== Segment start ==

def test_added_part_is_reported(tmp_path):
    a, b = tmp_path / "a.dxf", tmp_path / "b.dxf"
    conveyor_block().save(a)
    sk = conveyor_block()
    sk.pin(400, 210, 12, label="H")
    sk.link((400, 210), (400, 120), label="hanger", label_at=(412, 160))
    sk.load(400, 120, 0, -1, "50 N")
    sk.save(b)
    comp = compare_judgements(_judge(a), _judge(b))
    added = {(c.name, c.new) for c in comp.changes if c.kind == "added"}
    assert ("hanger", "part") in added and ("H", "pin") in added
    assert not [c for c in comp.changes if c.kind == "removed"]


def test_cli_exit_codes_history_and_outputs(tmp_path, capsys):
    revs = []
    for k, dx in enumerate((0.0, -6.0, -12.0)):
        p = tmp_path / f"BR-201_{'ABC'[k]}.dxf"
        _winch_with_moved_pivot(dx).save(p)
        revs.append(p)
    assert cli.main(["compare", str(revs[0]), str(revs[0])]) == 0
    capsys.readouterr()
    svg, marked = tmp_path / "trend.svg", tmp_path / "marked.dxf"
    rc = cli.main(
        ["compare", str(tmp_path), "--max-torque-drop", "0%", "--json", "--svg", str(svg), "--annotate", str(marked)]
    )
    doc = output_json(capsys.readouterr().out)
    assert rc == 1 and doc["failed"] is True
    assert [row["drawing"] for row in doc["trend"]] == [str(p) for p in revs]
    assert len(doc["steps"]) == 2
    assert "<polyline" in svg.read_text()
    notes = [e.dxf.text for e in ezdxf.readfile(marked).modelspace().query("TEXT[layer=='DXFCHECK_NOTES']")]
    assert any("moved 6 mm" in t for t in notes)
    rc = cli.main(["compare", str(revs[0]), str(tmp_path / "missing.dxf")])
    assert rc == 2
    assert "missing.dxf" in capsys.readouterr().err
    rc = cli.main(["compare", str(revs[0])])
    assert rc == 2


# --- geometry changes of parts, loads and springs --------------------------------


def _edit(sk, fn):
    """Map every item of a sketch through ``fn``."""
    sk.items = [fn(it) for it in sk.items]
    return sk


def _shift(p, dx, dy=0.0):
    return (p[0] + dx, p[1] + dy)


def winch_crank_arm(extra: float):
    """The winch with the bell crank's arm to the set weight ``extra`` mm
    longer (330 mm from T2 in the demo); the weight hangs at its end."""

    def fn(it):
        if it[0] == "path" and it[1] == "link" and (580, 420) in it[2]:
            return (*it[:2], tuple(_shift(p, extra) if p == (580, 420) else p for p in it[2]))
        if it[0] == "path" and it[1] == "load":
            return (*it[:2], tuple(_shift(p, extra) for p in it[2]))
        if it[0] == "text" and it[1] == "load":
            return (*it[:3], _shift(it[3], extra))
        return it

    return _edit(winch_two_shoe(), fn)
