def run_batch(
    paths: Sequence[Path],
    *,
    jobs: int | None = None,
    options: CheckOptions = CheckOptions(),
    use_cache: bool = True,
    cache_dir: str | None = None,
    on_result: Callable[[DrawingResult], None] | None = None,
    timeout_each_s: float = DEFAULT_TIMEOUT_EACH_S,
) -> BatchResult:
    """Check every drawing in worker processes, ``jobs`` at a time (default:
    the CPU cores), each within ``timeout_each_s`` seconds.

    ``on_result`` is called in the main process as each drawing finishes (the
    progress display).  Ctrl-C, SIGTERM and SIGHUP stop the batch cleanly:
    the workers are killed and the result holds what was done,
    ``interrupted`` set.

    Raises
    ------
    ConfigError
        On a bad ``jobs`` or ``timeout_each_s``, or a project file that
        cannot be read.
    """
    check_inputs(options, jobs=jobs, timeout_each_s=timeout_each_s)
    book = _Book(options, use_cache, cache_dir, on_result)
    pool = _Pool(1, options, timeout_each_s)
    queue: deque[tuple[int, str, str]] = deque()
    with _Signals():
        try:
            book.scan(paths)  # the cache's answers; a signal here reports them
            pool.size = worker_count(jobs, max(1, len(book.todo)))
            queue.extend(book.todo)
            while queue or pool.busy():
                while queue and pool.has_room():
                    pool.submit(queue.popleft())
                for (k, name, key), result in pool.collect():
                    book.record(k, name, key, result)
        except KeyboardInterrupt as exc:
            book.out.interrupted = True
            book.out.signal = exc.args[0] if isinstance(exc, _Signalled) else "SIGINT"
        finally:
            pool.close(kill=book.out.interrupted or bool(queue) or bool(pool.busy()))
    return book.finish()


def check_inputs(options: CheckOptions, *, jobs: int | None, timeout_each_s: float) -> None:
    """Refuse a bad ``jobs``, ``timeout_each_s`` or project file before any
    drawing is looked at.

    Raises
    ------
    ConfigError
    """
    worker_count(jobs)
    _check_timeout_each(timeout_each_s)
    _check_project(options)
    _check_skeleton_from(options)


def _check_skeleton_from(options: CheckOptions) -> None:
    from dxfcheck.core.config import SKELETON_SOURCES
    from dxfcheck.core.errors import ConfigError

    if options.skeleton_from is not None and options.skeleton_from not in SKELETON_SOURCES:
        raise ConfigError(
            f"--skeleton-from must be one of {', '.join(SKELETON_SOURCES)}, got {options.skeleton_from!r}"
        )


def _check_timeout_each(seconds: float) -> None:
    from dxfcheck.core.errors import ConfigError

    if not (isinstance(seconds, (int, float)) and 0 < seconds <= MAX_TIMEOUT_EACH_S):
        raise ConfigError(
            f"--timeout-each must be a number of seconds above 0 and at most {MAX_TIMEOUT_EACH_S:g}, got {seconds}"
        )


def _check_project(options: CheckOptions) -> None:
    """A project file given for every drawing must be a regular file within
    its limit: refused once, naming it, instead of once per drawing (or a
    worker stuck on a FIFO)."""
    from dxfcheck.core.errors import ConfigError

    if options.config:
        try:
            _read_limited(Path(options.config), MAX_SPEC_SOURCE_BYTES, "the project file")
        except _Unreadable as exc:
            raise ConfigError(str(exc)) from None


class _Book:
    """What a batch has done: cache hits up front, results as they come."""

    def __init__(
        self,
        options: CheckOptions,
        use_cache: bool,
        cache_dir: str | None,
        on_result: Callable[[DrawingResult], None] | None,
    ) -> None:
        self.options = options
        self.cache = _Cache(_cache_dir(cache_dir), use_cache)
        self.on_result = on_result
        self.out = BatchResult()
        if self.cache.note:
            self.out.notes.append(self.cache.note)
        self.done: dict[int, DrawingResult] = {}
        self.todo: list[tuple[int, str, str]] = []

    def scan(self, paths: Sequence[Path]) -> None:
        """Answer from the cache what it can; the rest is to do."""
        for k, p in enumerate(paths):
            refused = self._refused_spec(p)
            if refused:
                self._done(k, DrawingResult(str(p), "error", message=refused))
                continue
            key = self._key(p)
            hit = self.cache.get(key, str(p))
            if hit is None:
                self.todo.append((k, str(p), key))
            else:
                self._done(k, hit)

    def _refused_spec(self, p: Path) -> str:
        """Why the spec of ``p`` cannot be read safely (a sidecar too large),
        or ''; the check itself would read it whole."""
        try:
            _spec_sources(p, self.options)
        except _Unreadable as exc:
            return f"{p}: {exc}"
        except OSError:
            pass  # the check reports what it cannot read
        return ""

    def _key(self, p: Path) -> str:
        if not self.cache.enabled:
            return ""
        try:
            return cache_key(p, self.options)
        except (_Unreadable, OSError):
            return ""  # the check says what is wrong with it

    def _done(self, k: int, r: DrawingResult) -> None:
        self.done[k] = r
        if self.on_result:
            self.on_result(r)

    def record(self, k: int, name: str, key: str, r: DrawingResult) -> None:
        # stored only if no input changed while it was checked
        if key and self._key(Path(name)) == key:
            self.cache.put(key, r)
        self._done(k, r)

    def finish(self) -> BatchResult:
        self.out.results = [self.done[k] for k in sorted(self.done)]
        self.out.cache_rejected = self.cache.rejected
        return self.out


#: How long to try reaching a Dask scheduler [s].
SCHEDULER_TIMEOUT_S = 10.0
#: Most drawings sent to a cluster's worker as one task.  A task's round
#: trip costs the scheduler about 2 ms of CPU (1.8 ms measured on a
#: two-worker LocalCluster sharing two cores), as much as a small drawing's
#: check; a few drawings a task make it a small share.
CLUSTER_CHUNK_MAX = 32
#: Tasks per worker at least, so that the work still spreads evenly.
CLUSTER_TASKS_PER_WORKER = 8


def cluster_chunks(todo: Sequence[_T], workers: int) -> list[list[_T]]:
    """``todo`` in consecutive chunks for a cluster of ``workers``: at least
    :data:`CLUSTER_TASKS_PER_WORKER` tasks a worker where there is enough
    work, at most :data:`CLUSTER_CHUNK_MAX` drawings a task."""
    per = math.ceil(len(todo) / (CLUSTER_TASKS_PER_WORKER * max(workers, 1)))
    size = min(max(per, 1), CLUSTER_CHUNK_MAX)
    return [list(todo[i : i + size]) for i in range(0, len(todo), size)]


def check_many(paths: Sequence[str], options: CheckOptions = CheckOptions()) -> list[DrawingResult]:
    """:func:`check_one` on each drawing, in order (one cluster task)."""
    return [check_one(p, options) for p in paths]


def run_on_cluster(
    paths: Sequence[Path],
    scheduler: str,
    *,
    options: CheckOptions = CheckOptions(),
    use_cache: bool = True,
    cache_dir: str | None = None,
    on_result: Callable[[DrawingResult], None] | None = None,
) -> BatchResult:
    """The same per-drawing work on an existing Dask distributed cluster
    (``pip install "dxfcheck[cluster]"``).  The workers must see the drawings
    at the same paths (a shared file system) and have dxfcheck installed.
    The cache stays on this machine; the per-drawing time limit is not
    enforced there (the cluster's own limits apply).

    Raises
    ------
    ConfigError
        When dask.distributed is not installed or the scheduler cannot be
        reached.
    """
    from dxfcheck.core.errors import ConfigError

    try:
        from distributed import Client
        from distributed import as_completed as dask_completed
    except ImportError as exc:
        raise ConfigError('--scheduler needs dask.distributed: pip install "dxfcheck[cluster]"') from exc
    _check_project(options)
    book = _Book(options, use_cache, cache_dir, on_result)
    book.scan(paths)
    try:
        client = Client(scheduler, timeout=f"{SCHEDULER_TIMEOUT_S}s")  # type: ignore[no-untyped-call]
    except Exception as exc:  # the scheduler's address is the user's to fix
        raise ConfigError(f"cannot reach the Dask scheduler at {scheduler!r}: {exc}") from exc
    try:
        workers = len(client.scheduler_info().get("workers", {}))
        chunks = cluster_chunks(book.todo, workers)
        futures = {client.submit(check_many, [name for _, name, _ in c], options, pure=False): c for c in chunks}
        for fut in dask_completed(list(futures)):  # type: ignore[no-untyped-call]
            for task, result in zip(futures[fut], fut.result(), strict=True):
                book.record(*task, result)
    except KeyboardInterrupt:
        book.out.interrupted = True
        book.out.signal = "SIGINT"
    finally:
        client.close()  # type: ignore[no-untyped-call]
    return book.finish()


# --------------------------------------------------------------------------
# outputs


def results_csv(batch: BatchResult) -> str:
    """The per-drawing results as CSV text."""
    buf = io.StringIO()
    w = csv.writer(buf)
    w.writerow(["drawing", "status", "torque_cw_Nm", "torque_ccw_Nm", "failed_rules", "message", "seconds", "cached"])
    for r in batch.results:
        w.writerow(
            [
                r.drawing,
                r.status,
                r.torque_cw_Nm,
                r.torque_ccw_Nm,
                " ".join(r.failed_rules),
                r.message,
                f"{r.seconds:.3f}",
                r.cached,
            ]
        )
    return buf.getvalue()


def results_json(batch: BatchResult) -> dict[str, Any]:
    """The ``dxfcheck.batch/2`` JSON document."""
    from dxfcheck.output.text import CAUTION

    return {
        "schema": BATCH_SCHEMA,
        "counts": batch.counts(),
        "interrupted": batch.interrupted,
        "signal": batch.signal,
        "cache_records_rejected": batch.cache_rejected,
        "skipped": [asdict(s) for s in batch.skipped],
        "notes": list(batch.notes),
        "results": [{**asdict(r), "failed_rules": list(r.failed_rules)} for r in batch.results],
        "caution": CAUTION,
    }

== Segment end ==
== Segment start ==

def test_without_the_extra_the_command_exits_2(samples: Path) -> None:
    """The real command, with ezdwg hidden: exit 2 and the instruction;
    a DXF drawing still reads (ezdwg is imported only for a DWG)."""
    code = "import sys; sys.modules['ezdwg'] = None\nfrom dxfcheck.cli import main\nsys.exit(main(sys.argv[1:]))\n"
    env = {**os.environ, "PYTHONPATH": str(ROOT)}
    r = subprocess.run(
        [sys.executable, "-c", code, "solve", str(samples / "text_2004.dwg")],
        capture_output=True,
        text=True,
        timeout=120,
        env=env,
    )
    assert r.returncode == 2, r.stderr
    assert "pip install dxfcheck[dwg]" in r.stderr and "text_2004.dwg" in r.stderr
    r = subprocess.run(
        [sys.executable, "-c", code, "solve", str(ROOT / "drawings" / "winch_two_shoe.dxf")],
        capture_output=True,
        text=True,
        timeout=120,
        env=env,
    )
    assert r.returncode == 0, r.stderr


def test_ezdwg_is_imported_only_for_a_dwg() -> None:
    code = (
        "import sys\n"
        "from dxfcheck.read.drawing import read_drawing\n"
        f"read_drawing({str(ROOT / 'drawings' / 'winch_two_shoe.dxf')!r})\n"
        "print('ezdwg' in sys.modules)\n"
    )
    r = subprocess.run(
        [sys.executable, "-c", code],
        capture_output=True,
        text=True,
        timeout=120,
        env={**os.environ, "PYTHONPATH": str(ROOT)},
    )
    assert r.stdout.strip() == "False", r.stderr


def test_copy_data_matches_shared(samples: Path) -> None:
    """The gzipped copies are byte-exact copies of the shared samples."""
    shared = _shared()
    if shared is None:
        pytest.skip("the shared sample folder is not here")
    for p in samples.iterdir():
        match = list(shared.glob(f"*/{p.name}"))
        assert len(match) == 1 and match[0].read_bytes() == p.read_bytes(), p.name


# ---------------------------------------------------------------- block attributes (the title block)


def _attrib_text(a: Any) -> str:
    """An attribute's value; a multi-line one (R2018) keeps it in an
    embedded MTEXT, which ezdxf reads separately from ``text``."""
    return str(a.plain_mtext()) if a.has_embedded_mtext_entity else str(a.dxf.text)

== Segment end ==
== Segment start ==

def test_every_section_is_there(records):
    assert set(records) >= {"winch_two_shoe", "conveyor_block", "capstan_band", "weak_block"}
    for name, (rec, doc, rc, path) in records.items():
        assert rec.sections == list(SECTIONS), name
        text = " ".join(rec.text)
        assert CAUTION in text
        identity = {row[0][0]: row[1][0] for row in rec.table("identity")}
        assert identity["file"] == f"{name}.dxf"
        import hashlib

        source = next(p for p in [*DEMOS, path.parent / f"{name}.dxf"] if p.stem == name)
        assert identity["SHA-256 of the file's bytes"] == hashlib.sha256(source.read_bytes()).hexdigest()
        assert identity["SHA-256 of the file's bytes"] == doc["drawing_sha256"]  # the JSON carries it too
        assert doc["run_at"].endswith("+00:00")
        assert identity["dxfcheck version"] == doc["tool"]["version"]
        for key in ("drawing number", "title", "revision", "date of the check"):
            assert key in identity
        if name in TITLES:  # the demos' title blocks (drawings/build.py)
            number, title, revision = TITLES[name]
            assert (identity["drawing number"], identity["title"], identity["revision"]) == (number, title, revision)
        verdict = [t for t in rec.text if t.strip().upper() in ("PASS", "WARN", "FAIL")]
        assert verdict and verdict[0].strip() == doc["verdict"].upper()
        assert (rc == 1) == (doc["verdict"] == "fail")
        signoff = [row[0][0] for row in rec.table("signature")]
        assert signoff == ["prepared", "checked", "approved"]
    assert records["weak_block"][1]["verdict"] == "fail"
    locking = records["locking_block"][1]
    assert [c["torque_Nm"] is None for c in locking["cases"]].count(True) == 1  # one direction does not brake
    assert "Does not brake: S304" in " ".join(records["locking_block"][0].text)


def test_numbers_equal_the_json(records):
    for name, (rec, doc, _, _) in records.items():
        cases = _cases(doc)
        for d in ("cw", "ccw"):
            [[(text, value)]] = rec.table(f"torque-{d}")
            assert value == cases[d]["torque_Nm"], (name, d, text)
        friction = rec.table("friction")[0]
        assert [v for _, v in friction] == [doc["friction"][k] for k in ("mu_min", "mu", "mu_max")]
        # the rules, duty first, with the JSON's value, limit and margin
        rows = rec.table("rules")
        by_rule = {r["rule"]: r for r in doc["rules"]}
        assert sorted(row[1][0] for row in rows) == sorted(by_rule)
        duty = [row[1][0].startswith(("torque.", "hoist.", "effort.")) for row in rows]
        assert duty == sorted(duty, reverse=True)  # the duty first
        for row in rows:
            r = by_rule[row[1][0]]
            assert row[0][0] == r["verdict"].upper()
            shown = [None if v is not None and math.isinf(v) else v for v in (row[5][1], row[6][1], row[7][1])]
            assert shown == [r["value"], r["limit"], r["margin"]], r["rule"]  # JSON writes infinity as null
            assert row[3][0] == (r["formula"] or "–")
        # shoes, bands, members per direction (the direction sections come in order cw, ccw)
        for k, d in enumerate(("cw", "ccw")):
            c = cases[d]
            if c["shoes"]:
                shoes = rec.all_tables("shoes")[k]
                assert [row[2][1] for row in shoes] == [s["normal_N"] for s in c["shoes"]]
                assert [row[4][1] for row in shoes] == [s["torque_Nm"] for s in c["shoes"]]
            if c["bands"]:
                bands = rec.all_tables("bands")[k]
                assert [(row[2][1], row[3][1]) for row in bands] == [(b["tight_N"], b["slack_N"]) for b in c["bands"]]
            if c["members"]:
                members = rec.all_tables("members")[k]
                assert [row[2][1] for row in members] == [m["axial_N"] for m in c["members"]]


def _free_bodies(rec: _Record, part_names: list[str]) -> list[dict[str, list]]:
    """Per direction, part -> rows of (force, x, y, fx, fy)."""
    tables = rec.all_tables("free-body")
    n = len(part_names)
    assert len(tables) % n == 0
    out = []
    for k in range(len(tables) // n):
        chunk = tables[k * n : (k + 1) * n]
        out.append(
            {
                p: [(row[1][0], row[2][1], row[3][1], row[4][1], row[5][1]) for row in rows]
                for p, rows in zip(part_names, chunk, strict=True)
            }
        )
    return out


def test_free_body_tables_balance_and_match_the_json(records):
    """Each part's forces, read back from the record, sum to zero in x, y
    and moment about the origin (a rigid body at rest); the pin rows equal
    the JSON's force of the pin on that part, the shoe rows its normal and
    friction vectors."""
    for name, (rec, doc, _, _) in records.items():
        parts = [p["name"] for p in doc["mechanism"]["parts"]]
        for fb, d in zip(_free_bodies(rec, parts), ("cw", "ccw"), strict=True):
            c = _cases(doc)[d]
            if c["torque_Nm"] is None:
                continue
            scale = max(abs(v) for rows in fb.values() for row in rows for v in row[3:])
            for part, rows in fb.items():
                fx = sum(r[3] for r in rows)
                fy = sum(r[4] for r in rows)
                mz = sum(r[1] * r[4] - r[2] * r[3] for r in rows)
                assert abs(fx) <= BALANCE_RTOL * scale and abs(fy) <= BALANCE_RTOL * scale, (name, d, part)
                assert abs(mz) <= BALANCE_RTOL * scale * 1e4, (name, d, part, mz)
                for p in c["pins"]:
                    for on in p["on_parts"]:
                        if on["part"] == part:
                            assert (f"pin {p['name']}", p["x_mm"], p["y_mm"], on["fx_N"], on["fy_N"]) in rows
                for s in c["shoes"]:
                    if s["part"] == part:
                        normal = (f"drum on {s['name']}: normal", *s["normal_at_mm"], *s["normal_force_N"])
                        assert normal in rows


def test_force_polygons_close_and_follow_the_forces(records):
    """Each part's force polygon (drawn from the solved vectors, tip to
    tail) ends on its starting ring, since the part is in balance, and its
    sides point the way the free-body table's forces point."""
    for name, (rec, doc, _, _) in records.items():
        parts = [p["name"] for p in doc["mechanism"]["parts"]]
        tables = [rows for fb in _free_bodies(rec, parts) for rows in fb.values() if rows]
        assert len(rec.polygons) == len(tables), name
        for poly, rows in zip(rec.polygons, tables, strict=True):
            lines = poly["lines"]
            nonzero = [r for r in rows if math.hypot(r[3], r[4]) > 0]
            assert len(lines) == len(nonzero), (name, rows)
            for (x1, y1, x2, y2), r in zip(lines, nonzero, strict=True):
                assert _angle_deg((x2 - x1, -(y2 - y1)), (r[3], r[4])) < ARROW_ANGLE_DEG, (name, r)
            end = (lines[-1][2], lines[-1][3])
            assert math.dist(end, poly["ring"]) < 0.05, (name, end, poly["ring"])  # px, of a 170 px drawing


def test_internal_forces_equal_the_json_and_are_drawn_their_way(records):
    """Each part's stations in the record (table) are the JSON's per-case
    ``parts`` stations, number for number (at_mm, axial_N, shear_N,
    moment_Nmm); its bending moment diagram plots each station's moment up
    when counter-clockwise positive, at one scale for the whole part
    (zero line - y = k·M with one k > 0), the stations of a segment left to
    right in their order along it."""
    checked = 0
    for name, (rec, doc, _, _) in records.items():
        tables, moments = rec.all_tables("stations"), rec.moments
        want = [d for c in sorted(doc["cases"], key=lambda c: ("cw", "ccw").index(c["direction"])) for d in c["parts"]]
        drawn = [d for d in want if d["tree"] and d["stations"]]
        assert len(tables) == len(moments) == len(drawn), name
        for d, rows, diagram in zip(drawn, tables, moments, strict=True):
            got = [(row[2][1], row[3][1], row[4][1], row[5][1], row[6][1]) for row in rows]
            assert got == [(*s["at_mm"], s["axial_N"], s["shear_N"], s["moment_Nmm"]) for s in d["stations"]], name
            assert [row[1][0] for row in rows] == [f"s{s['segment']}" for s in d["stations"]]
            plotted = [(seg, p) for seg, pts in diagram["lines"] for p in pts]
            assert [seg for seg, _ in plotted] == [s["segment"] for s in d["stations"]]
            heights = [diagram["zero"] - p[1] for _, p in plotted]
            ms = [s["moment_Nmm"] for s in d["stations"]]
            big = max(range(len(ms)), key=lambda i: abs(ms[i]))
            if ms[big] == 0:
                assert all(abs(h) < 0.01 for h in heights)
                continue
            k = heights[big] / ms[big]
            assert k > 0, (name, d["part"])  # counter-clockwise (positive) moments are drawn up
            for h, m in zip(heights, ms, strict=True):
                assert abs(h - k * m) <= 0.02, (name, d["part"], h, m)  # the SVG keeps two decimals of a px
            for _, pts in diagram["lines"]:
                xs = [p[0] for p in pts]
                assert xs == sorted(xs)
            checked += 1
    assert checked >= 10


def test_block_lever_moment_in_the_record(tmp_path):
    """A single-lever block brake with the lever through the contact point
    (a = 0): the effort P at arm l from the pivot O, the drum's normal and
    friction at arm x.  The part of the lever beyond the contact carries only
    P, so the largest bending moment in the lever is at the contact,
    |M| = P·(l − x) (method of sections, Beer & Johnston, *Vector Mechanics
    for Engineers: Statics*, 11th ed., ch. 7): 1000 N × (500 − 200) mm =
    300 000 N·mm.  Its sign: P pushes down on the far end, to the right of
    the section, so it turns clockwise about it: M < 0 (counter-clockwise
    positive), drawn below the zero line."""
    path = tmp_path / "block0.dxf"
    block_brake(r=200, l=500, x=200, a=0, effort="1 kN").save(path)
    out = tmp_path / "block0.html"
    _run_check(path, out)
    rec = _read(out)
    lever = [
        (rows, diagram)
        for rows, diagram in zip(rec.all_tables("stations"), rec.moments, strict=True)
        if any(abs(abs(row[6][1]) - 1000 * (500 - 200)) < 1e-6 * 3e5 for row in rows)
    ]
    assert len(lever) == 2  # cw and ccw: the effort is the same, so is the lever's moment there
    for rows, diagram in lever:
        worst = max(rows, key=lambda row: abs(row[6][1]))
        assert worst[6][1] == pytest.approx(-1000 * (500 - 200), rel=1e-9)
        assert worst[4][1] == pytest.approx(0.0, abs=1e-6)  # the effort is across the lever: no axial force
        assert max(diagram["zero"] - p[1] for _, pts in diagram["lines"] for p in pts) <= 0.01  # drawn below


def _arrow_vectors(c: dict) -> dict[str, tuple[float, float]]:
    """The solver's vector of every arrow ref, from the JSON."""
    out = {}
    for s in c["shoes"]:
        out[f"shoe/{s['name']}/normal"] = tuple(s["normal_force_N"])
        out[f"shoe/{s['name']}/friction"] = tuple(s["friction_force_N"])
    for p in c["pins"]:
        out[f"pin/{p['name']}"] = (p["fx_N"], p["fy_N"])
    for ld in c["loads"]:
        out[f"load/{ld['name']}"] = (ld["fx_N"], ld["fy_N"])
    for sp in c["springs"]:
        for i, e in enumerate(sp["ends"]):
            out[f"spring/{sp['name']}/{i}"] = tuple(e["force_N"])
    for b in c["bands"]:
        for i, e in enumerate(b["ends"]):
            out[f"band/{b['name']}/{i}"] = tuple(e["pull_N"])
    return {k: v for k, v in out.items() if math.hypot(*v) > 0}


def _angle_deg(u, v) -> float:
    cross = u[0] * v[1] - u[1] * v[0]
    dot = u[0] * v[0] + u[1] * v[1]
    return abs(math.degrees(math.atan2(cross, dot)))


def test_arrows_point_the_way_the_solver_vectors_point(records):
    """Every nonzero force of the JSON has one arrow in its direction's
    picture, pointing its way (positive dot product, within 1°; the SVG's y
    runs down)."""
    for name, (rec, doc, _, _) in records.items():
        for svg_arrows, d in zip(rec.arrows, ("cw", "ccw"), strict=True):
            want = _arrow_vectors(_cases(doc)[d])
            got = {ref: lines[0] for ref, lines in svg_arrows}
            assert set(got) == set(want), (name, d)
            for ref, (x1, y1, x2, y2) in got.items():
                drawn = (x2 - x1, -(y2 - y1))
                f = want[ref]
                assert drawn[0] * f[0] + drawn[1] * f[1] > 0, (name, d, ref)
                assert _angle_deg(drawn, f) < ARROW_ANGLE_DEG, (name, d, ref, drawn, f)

== Segment end ==

» Requirement:
Using the listing, collect all lines in which the string "right" is found.

» Task output:
    right in their order along it."""
    300 000 N·mm.  Its sign: P pushes down on the far end, to the right of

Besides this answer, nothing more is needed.